I was therefore very encouraged on reading a study published by Pirollo and colleagues from the Lombardi Comprehensive Cancer Center at Georgetown University Medical Center. In a Priority Report in the reputable journal Cancer Research (Cancer Res. 2007: 67 (7)), they report the development of a novel siRNA delivery system made up of nano-sized liposomes that harbour effector siRNAs and antibodies directed against the transferrin receptor. Transferrin receptors are known to be overexpressed on tumour cells and targeting them emerges as a promising strategy for cancer RNAi Therapeutics (Note: Calando, a subsidiary of Arrowhead Research, uses a similar approach in their first clinical RNAi cancer program). Consequently, the authors could show through imaging and nucleic acid detection techniques that accordingly formulated siRNAs were specifically enriched in the tumours of mouse models. The siRNA itself targets HER-2, a gene known to play a role in the survival of cancer cells. Although the siRNA in isolation already exhibited antiproliferative effects in tissue culture and the living animal, the most impressive data was that it could greatly sensitise cancer cells to the commonly used chemotherapeutic agent gemcitabine at low mg/kg doses. In addition to a dramatic reduction in tumour growth, the mice continued to gain weight and generally looked healthy. This study therefore shows the promise of using siRNAs in combination with chemotherapeutic agents, allowing for treatment regimens that are both more efficacious in addition to reducing debilitating side-effects.

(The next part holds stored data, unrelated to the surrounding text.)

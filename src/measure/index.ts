/** Statistics over data the study already holds; pure functions, no I/O. */
export * from './agreement.js';
export * from './acceptance.js';
export * from './calibration.js';
export * from './growth.js';
export * from './clustering.js';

Behind the success of these studies were 2 small tricks applied to the basic concept of nano-immunoliposomally formulated siRNAs. One was the addition of a pH-sensitive
peptide. This significantly enhanced cellular siRNA delivery, possibly by facilitating endosomal release of the siRNA cargo. The other trick was the modification of the siRNA, in which the non-targeting strand of the blunt-ended “siRNA” was greatly modified. This suggests that the systematic modification of basic siRNAs can be considerably advantageous and may yield even better siRNAs in the future.

Let us hope that other laboratories will find this immunoliposome technology equally promising so that it will eventually be tested in clinical trials.